__Exercise aim__
Return each line below holding the string "grey".

=-=-=

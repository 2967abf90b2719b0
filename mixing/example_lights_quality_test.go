package mixing_test

import (
	"fmt"
	"math"

	"github.com/antipode-color/antipode/cie"
	"github.com/antipode-color/antipode/colorimetry"
	"github.com/antipode-color/antipode/mixing"
)

// qualityExampleRig is an invented five-channel LED wash light: red,
// green, blue, amber and a broad phosphor lime, Gaussian bands on
// 380–780 nm at 5 nm.
func qualityExampleRig() (*mixing.Lights, error) {
	g := colorimetry.Grid{Start: 380, Step: 5, N: 81}
	var ch []mixing.LightChannel
	for _, b := range []struct {
		name               string
		centre, fwhm, peak float64
	}{{"red", 630, 20, 1}, {"green", 525, 32, 0.8}, {"blue", 455, 22, 1.1}, {"amber", 592, 16, 0.9}, {"lime", 560, 90, 0.7}} {
		v := make([]float64, g.N)
		for k := range v {
			d := (g.Wavelength(k) - b.centre) / (b.fwhm / 2.3548)
			v[k] = b.peak * math.Exp(-0.5*d*d)
		}
		s, err := colorimetry.NewSpectrumOnGrid(g, v, colorimetry.Options{})
		if err != nil {
			return nil, err
		}
		ch = append(ch, mixing.LightChannel{Name: b.name, Spectrum: s})
	}
	return mixing.NewLights(ch, colorimetry.Spectrum{}, false)
}

// The mix of a five-channel rig at 4000 K on the Planckian locus with the
// highest colour rendering index, against the most efficient one.
func ExampleLights_SolveQuality() {
	m, err := qualityExampleRig()
	if err != nil {
		fmt.Println(err)
		return
	}
	xy, err := mixing.LightTargetCCT(cie.CIE1931(), 4000, 0)
	if err != nil {
		fmt.Println(err)
		return
	}
	sol, err := m.SolveQuality(mixing.LightTarget{XY: xy}, mixing.GoalMaxRa, mixing.LightSolveOptions{})
	if err != nil {
		fmt.Println(err)
		return
	}
	for _, r := range sol.Recipes {
		fmt.Printf("%-22s Ra %5.1f  R9 %6.1f  Rf %5.1f  %3.0f lm/W  melanopic DER %.3f\n", r.Extra["strategy"],
			r.Extra["ra"], r.Extra["r9"], r.Extra["rf"], r.Extra["efficacy_lm_per_w"], r.Extra["melanopic_der"])
	}
	// Output:
	// max Ra                 Ra  94.4  R9   87.8  Rf  89.3  349 lm/W  melanopic DER 0.632
	// max luminance          Ra  77.2  R9  -12.8  Rf  77.5  371 lm/W  melanopic DER 0.576
	// max efficacy           Ra  47.1  R9 -233.6  Rf  56.3  409 lm/W  melanopic DER 0.523
	// closest to reference   Ra  76.7  R9   11.2  Rf  76.2  368 lm/W  melanopic DER 0.562
}
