package mixing_test

import (
	"fmt"
	"math"

	"github.com/antipode-color/antipode/colorimetry"
	"github.com/antipode-color/antipode/mixing"
	"gonum.org/v1/gonum/mat"
)

// band returns a Gaussian absorption band (per unit concentration) on g.
func band(g colorimetry.Grid, peak, width, height float64) []float64 {
	v := make([]float64, g.N)
	for j := range v {
		d := (g.Wavelength(j) - peak) / width
		v[j] = 0.02 + height*math.Exp(-0.5*d*d)
	}
	return v
}

// sample returns the transmittance of the given concentrations of two
// bands over a clear base, as a calibration measurement.
func sample(g colorimetry.Grid, name string, bands [][]float64, c ...float64) mixing.DyeSample {
	t := make([]float64, g.N)
	var am []mixing.Amount
	for j := range t {
		a := 0.01
		for i, b := range bands {
			a += c[i] * b[j]
		}
		t[j] = math.Pow(10, -a)
	}
	for i, v := range c {
		if v > 0 {
			am = append(am, mixing.Amount{Name: []string{"straw-dye", "sky-dye"}[i], Value: v})
		}
	}
	s, _ := colorimetry.NewSpectrumOnGrid(g, t, colorimetry.Options{})
	return mixing.DyeSample{Name: name, Amounts: am, Transmittance: s}
}

// ExampleFitDyes calibrates two invented dyes from a dilution series and
// solves for the concentrations that reproduce a mixture.
func ExampleFitDyes() {
	g := colorimetry.Grid5nm
	bands := [][]float64{band(g, 450, 30, 8), band(g, 610, 40, 6)}
	samples := []mixing.DyeSample{sample(g, "blank", bands, 0, 0)}
	for _, c := range []float64{0.02, 0.05, 0.1} {
		samples = append(samples,
			sample(g, fmt.Sprint("straw ", c), bands, c, 0),
			sample(g, fmt.Sprint("sky ", c), bands, 0, c))
	}
	m, err := mixing.FitDyes(samples, mixing.DyeFitSettings{Unit: "g/L"})
	if err != nil {
		fmt.Println(err)
		return
	}
	for _, l := range m.Linearity() {
		fmt.Printf("%s: peak %g nm, absorptivity %.2f per g/L, R² %.4f\n", l.Dye, l.PeakNM, l.PeakAbsorptivity, *l.R2Peak)
	}

	target := sample(g, "wanted", bands, 0.04, 0.07).Transmittance
	sol, err := m.Solve(target, mixing.DyeSolveSettings{})
	if err != nil {
		fmt.Println(err)
		return
	}
	r := sol.Recipes[0]
	for _, a := range r.Amounts {
		fmt.Printf("%s %.4f g/L\n", a.Name, a.Value)
	}
	fmt.Printf("ΔE00 %.3f, reachable %v\n", r.DE00, r.Reachable)
	// Output:
	// straw-dye: peak 450 nm, absorptivity 8.02 per g/L, R² 1.0000
	// sky-dye: peak 610 nm, absorptivity 6.02 per g/L, R² 1.0000
	// straw-dye 0.0400 g/L
	// sky-dye 0.0700 g/L
	// ΔE00 0.000, reachable true
}

// ExampleDyes_Transmittance shows Beer–Lambert arithmetic: a neutral dye
// of absorptivity 1 per unit concentration at concentration 1 has
// absorbance 1 and transmits 10 %; twice the path transmits 1 %.
func ExampleDyes_Transmittance() {
	g := colorimetry.Grid5nm
	flat := make([]float64, g.N)
	for i := range flat {
		flat[i] = 1
	}
	m, err := mixing.NewDyes(g, "g/L", make([]float64, g.N), []mixing.Dye{{Name: "grey", Absorptivity: flat, CalibratedMax: 1}})
	if err != nil {
		fmt.Println(err)
		return
	}
	for _, path := range []float64{1, 2} {
		t, warnings, _ := m.Transmittance([]mixing.Amount{{Name: "grey", Value: 1}}, path)
		fmt.Printf("path %g: T(550 nm) = %.4f, warnings %d\n", path, t.At(550), len(warnings))
	}
	// Output:
	// path 1: T(550 nm) = 0.1000, warnings 0
	// path 2: T(550 nm) = 0.0100, warnings 1
}

// ExampleNNLS solves a small non-negative least-squares problem whose
// unconstrained solution has a negative component.
func ExampleNNLS() {
	a := mat.NewDense(4, 2, []float64{
		0.0372, 0.2869,
		0.6861, 0.7071,
		0.6233, 0.6245,
		0.6344, 0.6170,
	})
	x, rnorm, err := mixing.NNLS(a, []float64{0.8587, 0.1781, 0.0747, 0.8405})
	if err != nil {
		fmt.Println(err)
		return
	}
	fmt.Printf("x = [%.4f %.4f], ‖Ax − b‖ = %.4f\n", x[0], x[1], rnorm)
	// Output:
	// x = [0.0000 0.6929], ‖Ax − b‖ = 0.9118
}

// ExampleBoundedLS bounds every variable to [0, 0.5].
func ExampleBoundedLS() {
	a := mat.NewDense(3, 2, []float64{1, 0, 0, 1, 1, 1})
	x, _, err := mixing.BoundedLS(a, []float64{1, 0.2, 1.2}, []float64{0, 0}, []float64{0.5, 0.5})
	if err != nil {
		fmt.Println(err)
		return
	}
	fmt.Printf("x = [%.4f %.4f]\n", x[0], x[1])
	// Output:
	// x = [0.5000 0.4500]
}
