// TestSolveQualityWithinErrors checks that bad tolerances are errors,
// never panics (DESIGN.md: data problems are errors).
func TestSolveQualityWithinErrors(t *testing.T) {
	t.Parallel()
	m := ltRig(t, ltRGBAL, nil, colorimetry.Spectrum{})
	xy, err := LightTargetCCT(cie.CIE1931(), 4000, 0)
	if err != nil {
		t.Fatal(err)
	}
	green := colorimetry.XY{X: 0.30, Y: 0.50} // no CCT (|Duv| > 0.05, CIE 015:2018)
	for _, c := range []struct {
		name string
		xy   colorimetry.XY
		g    LightGoal
		tol  LightTolerance
	}{
		{"negative", xy, GoalMaxRa, LightTolerance{UVPrime: -0.001}},
		{"NaN", xy, GoalMaxRa, LightTolerance{UVPrime: math.NaN()}},
		{"Inf", xy, GoalMaxRa, LightTolerance{CCT: math.Inf(1), Duv: 0.001}},
		{"CCT alone", xy, GoalMaxRa, LightTolerance{CCT: 100}},
		{"Duv alone", xy, GoalMaxEfficacy, LightTolerance{Duv: 0.002}},
		{"no goal", xy, GoalNone, LightTolerance{UVPrime: 0.002}},
		{"no CCT at the target", green, GoalMaxEfficacy, LightTolerance{CCT: 100, Duv: 0.002}},
	} {
		if _, err := m.SolveQualityWithin(LightTarget{XY: c.xy}, c.g, c.tol, LightSolveOptions{}); err == nil {
			t.Errorf("%s: no error", c.name)
		}
	}
	// A Δu′v′ bound at a target without a CCT is fine for a goal that
	// needs none.
	if _, err := m.SolveQualityWithin(LightTarget{XY: green}, GoalMaxEfficacy, LightTolerance{UVPrime: 0.002}, LightSolveOptions{}); err != nil {
		t.Errorf("Δu′v′ tolerance at a green target: %v", err)
	}
}
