package mixing_test

import (
	"fmt"
	"math"

	"github.com/antipode-color/antipode/colorimetry"
	"github.com/antipode-color/antipode/mixing"
)

// exampleModel builds a small pigment model by hand: a white and four
// invented colorants with smooth absorption bands, on 400–700 nm at
// 10 nm, measured with the specular component included (k1 = 0.04 from
// n = 1.5, k2 = 0.6).
func exampleModel() *mixing.Pigments {
	g := colorimetry.Grid{Start: 400, Step: 10, N: 31}
	band := func(centre, width, height, floor float64) []float64 {
		k := make([]float64, g.N)
		for i := range k {
			d := (g.Wavelength(i) - centre) / width
			k[i] = floor + height*math.Exp(-0.5*d*d)
		}
		return k
	}
	flat := func(v float64) []float64 {
		s := make([]float64, g.N)
		for i := range s {
			s[i] = v
		}
		return s
	}
	add := func(a, b []float64) []float64 {
		for i := range a {
			a[i] += b[i]
		}
		return a
	}
	sd, _ := mixing.SaundersonFromIndex(1.5, 0.6, false)
	return &mixing.Pigments{
		Grid:    g,
		White:   "ky-scenic-white",
		Surface: sd,
		Colorants: []mixing.Colorant{
			{Name: "ky-scenic-white", K: flat(0.01), S: flat(1)},
			{Name: "ky-ochre", K: band(450, 50, 6, 0.03), S: flat(0.4)},
			{Name: "ky-madder", K: band(530, 40, 8, 0.02), S: flat(0.2)},
			{Name: "ky-prussian", K: band(620, 50, 9, 0.05), S: flat(0.15)},
			{Name: "ky-verdigris", K: add(band(430, 40, 5, 0.02), band(650, 50, 6, 0)), S: flat(0.25)},
		},
	}
}

func ExampleReflectanceInf() {
	// K/S = 1 gives R∞ = 2 − √3, and R∞ = 0.5 gives K/S = 0.25.
	fmt.Printf("R∞(1) = %.6f\n", mixing.ReflectanceInf(1))
	fmt.Printf("K/S(0.5) = %.4f\n", mixing.KS(0.5))
	// Output:
	// R∞(1) = 0.267949
	// K/S(0.5) = 0.2500
}

func ExampleLayerReflectance() {
	// A film with K = 0.25 and S = 1 per unit thickness, one unit thick,
	// over an ideal black and over a white backing of 0.8, and thick
	// enough to hide.
	fmt.Printf("over black %.5f\n", mixing.LayerReflectance(0.25, 1, 1, 0))
	fmt.Printf("over white %.5f\n", mixing.LayerReflectance(0.25, 1, 1, 0.8))
	fmt.Printf("hiding     %.5f\n", mixing.LayerReflectance(0.25, 1, math.Inf(1), 0))
	fmt.Printf("contrast ratio %.3f\n", mixing.ContrastRatio(0.25, 1, 1, 0.8))
	// Output:
	// over black 0.41138
	// over white 0.57925
	// hiding     0.50000
	// contrast ratio 0.710
}

func ExampleSaunderson() {
	s, _ := mixing.SaundersonFromIndex(1.5, 0.6, false)
	fmt.Printf("k1 = %.2f\n", s.K1)
	rm := s.Measured(0.5)
	fmt.Printf("internal 0.5 measures %.4f; back: %.4f\n", rm, s.Internal(rm))
	// Output:
	// k1 = 0.04
	// internal 0.5 measures 0.3143; back: 0.5000
}

func ExamplePigments_Recipe() {
	p := exampleModel()
	target, _ := p.Reflectance([]mixing.Amount{{Name: "ky-scenic-white", Value: 0.9}, {Name: "ky-ochre", Value: 0.07}, {Name: "ky-prussian", Value: 0.03}})
	sol, err := p.Recipe(target, mixing.RecipeOptions{Colorants: 2})
	if err != nil {
		fmt.Println(err)
		return
	}
	r := sol.Recipes[0]
	for _, a := range r.Amounts {
		fmt.Printf("%-16s %.4f\n", a.Name, a.Value)
	}
	fmt.Printf("ΔE00 below 0.01: %v, reachable: %v\n", r.DE00 < 0.01, r.Reachable)
	// Output:
	// ky-scenic-white  0.9000
	// ky-ochre         0.0700
	// ky-prussian      0.0300
	// ΔE00 below 0.01: true, reachable: true
}

func ExampleFitPigments() {
	truth := exampleModel()
	var samples []mixing.LadderSample
	white, _ := truth.Reflectance([]mixing.Amount{{Name: "ky-scenic-white", Value: 1}})
	samples = append(samples, mixing.LadderSample{Name: "white", Colorant: "ky-scenic-white", Fraction: 1, Reflectance: white})
	for _, c := range truth.Colorants[1:] {
		for _, f := range []float64{1, 0.5, 0.25, 0.1, 0.05, 0.02} {
			r, _ := truth.Reflectance([]mixing.Amount{{Name: c.Name, Value: f}, {Name: "ky-scenic-white", Value: 1 - f}})
			samples = append(samples, mixing.LadderSample{Name: fmt.Sprintf("%s %g", c.Name, f), Colorant: c.Name, Fraction: f, Reflectance: r})
		}
	}
	fit, err := mixing.FitPigments(samples, mixing.FitOptions{Surface: truth.Surface})
	if err != nil {
		fmt.Println(err)
		return
	}
	m := fit.Model
	fmt.Println("white:", m.White)
	for i, c := range m.Colorants[1:] {
		tc := truth.Colorants[i+1]
		fmt.Printf("%-12s K(530 nm) = %.3f (true %.3f)  S(530 nm) = %.3f (true %.3f)\n", c.Name, c.K[13], tc.K[13], c.S[13], tc.S[13])
	}
	fmt.Printf("training ΔE00 max below 0.001: %v\n", m.Fit.Training.Max < 0.001)
	// Output:
	// white: ky-scenic-white
	// ky-ochre     K(530 nm) = 1.698 (true 1.698)  S(530 nm) = 0.400 (true 0.400)
	// ky-madder    K(530 nm) = 8.020 (true 8.020)  S(530 nm) = 0.200 (true 0.200)
	// ky-prussian  K(530 nm) = 1.831 (true 1.831)  S(530 nm) = 0.150 (true 0.150)
	// ky-verdigris K(530 nm) = 0.576 (true 0.576)  S(530 nm) = 0.250 (true 0.250)
	// training ΔE00 max below 0.001: true
}

func ExamplePigments_Neutralise() {
	p := exampleModel()
	res, err := p.Neutralise("ky-madder", mixing.NeutralOptions{})
	if err != nil {
		fmt.Println(err)
		return
	}
	for _, n := range res.Candidates {
		fmt.Printf("%-12s fraction %.3f  residual chroma %.1f\n", n.Colorant, n.Fraction, n.Chroma)
	}
	// Output:
	// ky-verdigris fraction 0.626  residual chroma 0.1
	// ky-prussian  fraction 0.149  residual chroma 18.5
	// ky-ochre     fraction 0.128  residual chroma 21.7
}

func ExamplePigments_Correct() {
	p := exampleModel()
	recipe := []mixing.Amount{{Name: "ky-scenic-white", Value: 0.9}, {Name: "ky-ochre", Value: 0.06}, {Name: "ky-madder", Value: 0.04}}
	target, _ := p.Reflectance(recipe)
	// The trial batch came out redder than the model said: here it is
	// simulated with 15 % more madder than asked for.
	trial, _ := p.Reflectance([]mixing.Amount{{Name: "ky-scenic-white", Value: 0.9}, {Name: "ky-ochre", Value: 0.06}, {Name: "ky-madder", Value: 0.046}})
	c, err := p.Correct(recipe, trial, target, mixing.RecipeOptions{})
	if err != nil {
		fmt.Println(err)
		return
	}
	fmt.Printf("trial ΔE00 %.2f\n", c.TrialDE00)
	for _, a := range c.Recipe.Amounts {
		fmt.Printf("%-16s %.4f\n", a.Name, a.Value)
	}
	// Output:
	// trial ΔE00 1.49
	// ky-scenic-white  0.9049
	// ky-ochre         0.0602
	// ky-madder        0.0348
}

=-=-=

__Answer__
	m, err := mixing.NewDyes(g, "g/L", make([]float64, g.N), []mixing.Dye{{Name: "grey", Absorptivity: flat, CalibratedMax: 1}})
		t, warnings, _ := m.Transmittance([]mixing.Amount{{Name: "grey", Value: 1}}, path)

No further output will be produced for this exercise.